● What the task asks:
Output, word for word, the lines of this listing that fall between the line with "filename src/lang/real_funcs.h" and the line with "gives an exact", counting both of those lines, and no others.

● Dataset records:
-- -- --
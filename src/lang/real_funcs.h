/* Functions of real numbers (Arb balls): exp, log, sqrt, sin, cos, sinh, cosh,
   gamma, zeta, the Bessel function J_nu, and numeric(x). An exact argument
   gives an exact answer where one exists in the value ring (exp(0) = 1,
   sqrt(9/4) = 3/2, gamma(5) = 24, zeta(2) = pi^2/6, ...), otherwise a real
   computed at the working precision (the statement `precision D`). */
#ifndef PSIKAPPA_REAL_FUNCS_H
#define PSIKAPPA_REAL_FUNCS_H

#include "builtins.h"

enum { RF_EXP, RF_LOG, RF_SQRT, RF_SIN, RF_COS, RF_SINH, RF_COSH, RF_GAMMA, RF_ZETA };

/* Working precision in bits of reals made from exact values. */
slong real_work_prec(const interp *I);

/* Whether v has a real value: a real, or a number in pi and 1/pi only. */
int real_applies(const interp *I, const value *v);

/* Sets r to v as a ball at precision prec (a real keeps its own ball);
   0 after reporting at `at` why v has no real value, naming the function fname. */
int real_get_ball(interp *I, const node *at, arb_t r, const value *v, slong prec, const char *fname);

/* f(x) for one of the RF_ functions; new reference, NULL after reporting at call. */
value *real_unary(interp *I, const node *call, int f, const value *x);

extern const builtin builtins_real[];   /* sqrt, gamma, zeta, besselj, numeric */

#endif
-- -- --
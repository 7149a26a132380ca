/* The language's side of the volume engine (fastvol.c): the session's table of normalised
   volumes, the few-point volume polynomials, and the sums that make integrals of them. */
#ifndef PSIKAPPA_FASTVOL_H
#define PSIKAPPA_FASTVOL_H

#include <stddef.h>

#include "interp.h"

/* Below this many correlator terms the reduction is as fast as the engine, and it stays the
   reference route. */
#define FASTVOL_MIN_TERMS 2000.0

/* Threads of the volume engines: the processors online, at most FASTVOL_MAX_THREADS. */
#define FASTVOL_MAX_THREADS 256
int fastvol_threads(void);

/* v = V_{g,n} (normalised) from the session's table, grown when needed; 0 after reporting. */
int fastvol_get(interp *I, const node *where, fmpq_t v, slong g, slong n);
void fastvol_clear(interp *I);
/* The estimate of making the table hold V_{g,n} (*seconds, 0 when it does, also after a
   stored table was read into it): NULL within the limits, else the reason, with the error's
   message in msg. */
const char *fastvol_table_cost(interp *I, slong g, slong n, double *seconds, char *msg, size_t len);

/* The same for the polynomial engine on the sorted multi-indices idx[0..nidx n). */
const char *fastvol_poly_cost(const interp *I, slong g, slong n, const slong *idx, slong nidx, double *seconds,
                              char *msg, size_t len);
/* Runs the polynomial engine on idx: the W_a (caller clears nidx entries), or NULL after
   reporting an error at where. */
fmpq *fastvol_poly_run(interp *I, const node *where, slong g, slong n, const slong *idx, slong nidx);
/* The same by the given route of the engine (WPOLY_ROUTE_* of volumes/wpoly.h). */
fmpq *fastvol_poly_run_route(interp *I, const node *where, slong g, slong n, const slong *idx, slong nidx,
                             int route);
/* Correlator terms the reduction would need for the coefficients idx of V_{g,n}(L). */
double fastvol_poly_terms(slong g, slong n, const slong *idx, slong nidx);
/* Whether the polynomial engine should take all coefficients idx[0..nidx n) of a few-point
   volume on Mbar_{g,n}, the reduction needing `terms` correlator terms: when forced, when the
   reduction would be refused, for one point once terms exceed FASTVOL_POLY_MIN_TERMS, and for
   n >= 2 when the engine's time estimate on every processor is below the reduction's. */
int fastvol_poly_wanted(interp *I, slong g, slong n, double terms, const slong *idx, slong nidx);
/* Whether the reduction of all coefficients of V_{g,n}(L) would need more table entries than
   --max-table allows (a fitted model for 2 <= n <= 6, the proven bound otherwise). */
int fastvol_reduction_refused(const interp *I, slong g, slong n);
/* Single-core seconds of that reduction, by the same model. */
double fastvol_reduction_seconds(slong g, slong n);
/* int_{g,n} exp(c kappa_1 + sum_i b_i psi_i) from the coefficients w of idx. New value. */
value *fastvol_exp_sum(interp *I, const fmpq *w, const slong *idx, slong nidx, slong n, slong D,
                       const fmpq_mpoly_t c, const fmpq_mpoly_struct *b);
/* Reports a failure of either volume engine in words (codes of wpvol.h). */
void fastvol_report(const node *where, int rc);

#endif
-- -- --
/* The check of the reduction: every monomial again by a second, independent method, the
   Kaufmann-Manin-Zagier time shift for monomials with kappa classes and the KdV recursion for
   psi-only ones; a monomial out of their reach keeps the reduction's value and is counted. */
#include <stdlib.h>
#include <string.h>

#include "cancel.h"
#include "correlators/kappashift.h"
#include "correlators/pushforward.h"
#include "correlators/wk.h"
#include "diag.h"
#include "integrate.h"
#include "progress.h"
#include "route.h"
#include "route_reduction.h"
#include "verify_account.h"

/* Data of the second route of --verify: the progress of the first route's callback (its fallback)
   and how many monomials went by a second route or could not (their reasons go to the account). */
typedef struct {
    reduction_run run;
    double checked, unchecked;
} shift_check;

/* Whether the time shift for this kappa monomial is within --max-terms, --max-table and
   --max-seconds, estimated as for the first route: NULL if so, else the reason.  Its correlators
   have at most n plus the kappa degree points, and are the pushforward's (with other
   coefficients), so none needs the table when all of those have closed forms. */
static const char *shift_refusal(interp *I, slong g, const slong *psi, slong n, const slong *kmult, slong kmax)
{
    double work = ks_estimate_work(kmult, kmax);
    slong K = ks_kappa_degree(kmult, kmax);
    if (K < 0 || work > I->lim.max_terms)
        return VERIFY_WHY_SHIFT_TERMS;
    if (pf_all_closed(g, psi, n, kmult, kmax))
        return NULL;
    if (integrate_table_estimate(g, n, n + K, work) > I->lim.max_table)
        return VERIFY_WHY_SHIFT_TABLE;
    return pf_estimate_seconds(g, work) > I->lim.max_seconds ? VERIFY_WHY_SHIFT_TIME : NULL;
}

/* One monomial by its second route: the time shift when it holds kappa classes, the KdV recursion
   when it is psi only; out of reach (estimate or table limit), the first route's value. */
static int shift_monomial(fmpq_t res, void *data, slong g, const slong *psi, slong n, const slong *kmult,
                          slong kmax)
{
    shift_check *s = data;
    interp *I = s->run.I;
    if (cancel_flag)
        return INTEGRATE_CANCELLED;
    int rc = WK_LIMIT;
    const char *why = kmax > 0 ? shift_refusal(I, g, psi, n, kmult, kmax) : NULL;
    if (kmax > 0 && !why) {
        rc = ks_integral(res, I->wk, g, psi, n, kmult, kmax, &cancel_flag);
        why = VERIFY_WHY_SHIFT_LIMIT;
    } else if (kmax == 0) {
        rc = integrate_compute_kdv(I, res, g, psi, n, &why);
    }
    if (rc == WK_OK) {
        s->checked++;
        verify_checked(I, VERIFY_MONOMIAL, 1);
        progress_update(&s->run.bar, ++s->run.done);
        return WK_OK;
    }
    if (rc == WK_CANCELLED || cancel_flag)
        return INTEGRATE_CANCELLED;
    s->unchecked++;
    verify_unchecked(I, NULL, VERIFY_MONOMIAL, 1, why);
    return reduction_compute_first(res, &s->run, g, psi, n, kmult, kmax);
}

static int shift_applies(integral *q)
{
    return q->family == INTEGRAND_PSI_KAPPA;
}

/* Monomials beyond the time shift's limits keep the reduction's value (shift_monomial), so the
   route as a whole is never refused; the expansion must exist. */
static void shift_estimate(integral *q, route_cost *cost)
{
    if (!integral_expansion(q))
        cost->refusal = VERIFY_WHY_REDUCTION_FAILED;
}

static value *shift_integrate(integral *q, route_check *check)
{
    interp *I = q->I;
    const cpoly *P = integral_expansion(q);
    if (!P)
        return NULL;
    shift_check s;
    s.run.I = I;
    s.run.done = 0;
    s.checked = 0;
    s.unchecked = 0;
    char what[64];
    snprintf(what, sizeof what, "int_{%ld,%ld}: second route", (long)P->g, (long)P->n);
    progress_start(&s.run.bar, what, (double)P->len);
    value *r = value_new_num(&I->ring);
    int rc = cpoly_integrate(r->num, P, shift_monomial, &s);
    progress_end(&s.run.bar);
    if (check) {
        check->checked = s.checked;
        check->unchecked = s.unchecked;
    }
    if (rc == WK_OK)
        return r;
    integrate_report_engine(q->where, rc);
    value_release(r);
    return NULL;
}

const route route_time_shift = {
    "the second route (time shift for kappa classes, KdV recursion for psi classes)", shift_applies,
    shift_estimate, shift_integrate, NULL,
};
-- -- --
● Written answer:
filename src/lang/real_funcs.h
/* Functions of real numbers (Arb balls): exp, log, sqrt, sin, cos, sinh, cosh,
   gamma, zeta, the Bessel function J_nu, and numeric(x). An exact argument
   gives an exact answer where one exists in the value ring (exp(0) = 1,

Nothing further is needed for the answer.